Quality of life convergence of laparoscopic and open anti-reflux surgery for gastroesophageal reflux disease.

作者信息

Violette A, Velanovich V

机构信息

Division of General Surgery, Henry Ford Hospital, Detroit, Michigan 48202-2689, USA.

出版信息

Dis Esophagus. 2007;20(5):416-9. doi: 10.1111/j.1442-2050.2007.00693.x.

Abstract

Although laparoscopic anti-reflux surgery (LARS) has become the surgical treatment of choice for gastroesophageal reflux disease (GERD), it is unclear whether the quality of life (QoL) advantage of LARS over open anti-reflux surgery (OARS) persists in the long term. The purpose of this study was to compare long-term QoL between LARS and OARS patients. A prospectively gathered database of all patients who underwent either LARS or OARS for symptomatic GERD was reviewed. Preoperatively, patients completed the GERD- health-related quality of life (HRQL) symptom severity questionnaire (best score 0, worst score 50), and the Medical Outcome Short Form (36) (SF-36) generic bodily QoL instrument (eight domains, physical functioning, PF; role - physical, RP; role - emotional, RE; bodily pain, BP; vitality, mental health, social functioning, SF; general health, best score 100, worst score 0).

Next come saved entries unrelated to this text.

def _order_sources(sources: pd.DataFrame, panel: pd.DataFrame) -> pd.DataFrame:
    keys = pd.MultiIndex.from_frame(panel[["firm_id", "fiscal_year"]])
    rank = pd.Series(np.arange(len(panel)), index=keys)
    s = sources.reindex(columns=list(SOURCE_COLUMNS))
    pos = pd.MultiIndex.from_frame(s[["firm_id", "fiscal_year"]].astype(
        {"firm_id": object, "fiscal_year": "int64"}))
    r = rank.reindex(pos).to_numpy()
    s = s.loc[~np.isnan(r)].assign(_r=r[~np.isnan(r)])
    col_rank = {c: i for i, c in enumerate(PANEL_COLUMNS)}
    s = s.assign(_c=s["column"].map(col_rank)).sort_values(["_r", "_c"], kind="stable")
    s = s.drop(columns=["_r", "_c"]).reset_index(drop=True)
    s = s.astype({c: object for c in SOURCE_COLUMNS if c != "fiscal_year"})
    s["fiscal_year"] = s["fiscal_year"].astype("int64")
    return s


def _order_ledger(ledger: pd.DataFrame) -> pd.DataFrame:
    ledger = ledger.reindex(columns=list(LEDGER_COLUMNS))
    if ledger.empty:
        return ledger.astype({c: object for c in LEDGER_COLUMNS if c != "fiscal_year"}
                             ).astype({"fiscal_year": "int64"})
    cik = pd.to_numeric(ledger["firm_id"], errors="coerce").fillna(-1).to_numpy()
    order = np.lexsort((ledger["fiscal_year"].to_numpy(), cik))
    ledger = ledger.iloc[order].reset_index(drop=True)
    sic = ledger["industry"].astype(object).where(ledger["industry"].notna(), "").astype(str)
    ledger["industry"] = np.where(sic.str.fullmatch(r"\d+") & (sic != "0"), sic.str.zfill(4),
                                  None)
    ledger = ledger.astype({c: object for c in LEDGER_COLUMNS if c != "fiscal_year"})
    ledger["fiscal_year"] = ledger["fiscal_year"].astype("int64")
    return ledger


def _coverage_notes(panel: pd.DataFrame, notes: list[str]) -> None:
    if panel.empty:
        notes.append("No annual submission matched the forms asked for; the panel is empty.")
        return
    no_sic = int(panel["industry"].isna().sum())
    if no_sic:
        notes.append(f"{no_sic} firm-years have no SIC code in sub.txt (industry missing).")
    for col in _VALUE_COLUMNS:
        spec = BY_NAME[col]
        if spec.minimum is None:
            continue
        values = panel[col]
        below = int((values <= spec.minimum).sum() if spec.strict
                    else (values < spec.minimum).sum())
        if below:
            notes.append(
                f"{col} is {'at or ' if spec.strict else ''}below {spec.minimum:g} for {below} "
                "firm-years (a filer's sign convention or inconsistent tags); kept as "
                "computed, the panel check will flag them."
            )
    for col in ("total_assets", "total_debt", "ppe_net", "ebitda", "book_equity"):
        missing = int(panel[col].isna().sum())
        if missing:
            notes.append(
                f"{col} is missing for {missing} of {len(panel)} firm-years (no matching tag "
                "in the data sets; left missing, not zero)."
            )


def write_sec_import(result: SecImport, out_path: str | Path) -> tuple[Path, Path, Path]:
    """Write the panel, its sources and its ledger beside it, each atomically.

    Parameters
    ----------
    result : SecImport
    out_path : str or pathlib.Path
        ``PANEL.csv`` or ``PANEL.parquet``; the sources go to ``PANEL.sources.csv`` and the
        ledger to ``PANEL.excluded.csv``.

    Returns
    -------
    (pathlib.Path, pathlib.Path, pathlib.Path)
        The panel, sources and ledger files.

    Raises
    ------
    ConfigError
        When the suffix is neither ``.csv`` nor ``.parquet``.
    OutputError
        When a file cannot be written.
    """
    out = Path(out_path)
    suffix = out.suffix.lower()
    if suffix not in (".csv", ".parquet"):
        raise ConfigError(
            f"out must end in .csv or .parquet; got {str(out)!r}. Name the panel file e.g. "
            "panel.csv."
        )
    sources_path = out.with_name(out.stem + ".sources.csv")
    excluded_path = out.with_name(out.stem + ".excluded.csv")
    # The project's one atomic writer (temporary name beside the target, then os.replace)
    # and its formula neutraliser for CSV cells.
    from levgap.outputs import atomic_file, neutralise

    with atomic_file(out) as tmp:
        if suffix == ".csv":
            neutralise(result.panel).to_csv(tmp, index=False)
        else:
            result.panel.to_parquet(tmp, index=False)
    with atomic_file(sources_path) as tmp:
        neutralise(result.sources).to_csv(tmp, index=False)
    with atomic_file(excluded_path) as tmp:
        neutralise(result.excluded).to_csv(tmp, index=False)
    return out, sources_path, excluded_path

Postoperatively, patients completed both questionnaires at 6 weeks and a least 1 year. Data are presented as medians and statistically analyzed using the Mann-Whitney U-test. A beta-error was determined to assess adequacy of sample size. A total of 289 patients underwent LARS and 124 OARS. At 6 weeks there were statistically significantly better scores for LARS in the domains of PF, RP, RE, BP and SF. However, after 1 year, there were no statistically significant differences. The beta-error for non-statistically significant differences were all < 0.2, which is considered an adequate sample size. Although LARS does produce better QoL scores in the early postoperative period, after 1 year, these scores converge.

摘要

尽管腹腔镜抗反流手术(LARS)已成为胃食管反流病(GERD)的首选手术治疗方式,但LARS相对于开放抗反流手术(OARS)在生活质量(QoL)方面的优势在长期内是否持续尚不清楚。本研究的目的是比较LARS和OARS患者的长期生活质量。回顾了一个前瞻性收集的数据库,该数据库包含所有因症状性GERD接受LARS或OARS手术的患者。术前,患者完成GERD健康相关生活质量(HRQL)症状严重程度问卷(最佳分数0分,最差分数50分)以及医学结局简表(36)(SF-36)通用身体生活质量工具(八个领域,身体功能,PF;角色-身体,RP;角色-情感,RE;身体疼痛,BP;活力,心理健康,社会功能,SF;总体健康,最佳分数100分,最差分数0分)。术后,患者在6周和至少1年时完成这两份问卷。数据以中位数表示,并使用Mann-Whitney U检验进行统计分析。确定β错误以评估样本量是否充足。共有289例患者接受了LARS手术,124例接受了OARS手术。在6周时,LARS在PF、RP、RE、BP和SF领域的得分在统计学上显著更高。然而,1年后,没有统计学上的显著差异。非统计学显著差异的β错误均<0.2,这被认为是一个足够的样本量。尽管LARS在术后早期确实产生了更好的生活质量得分,但1年后,这些得分趋于一致。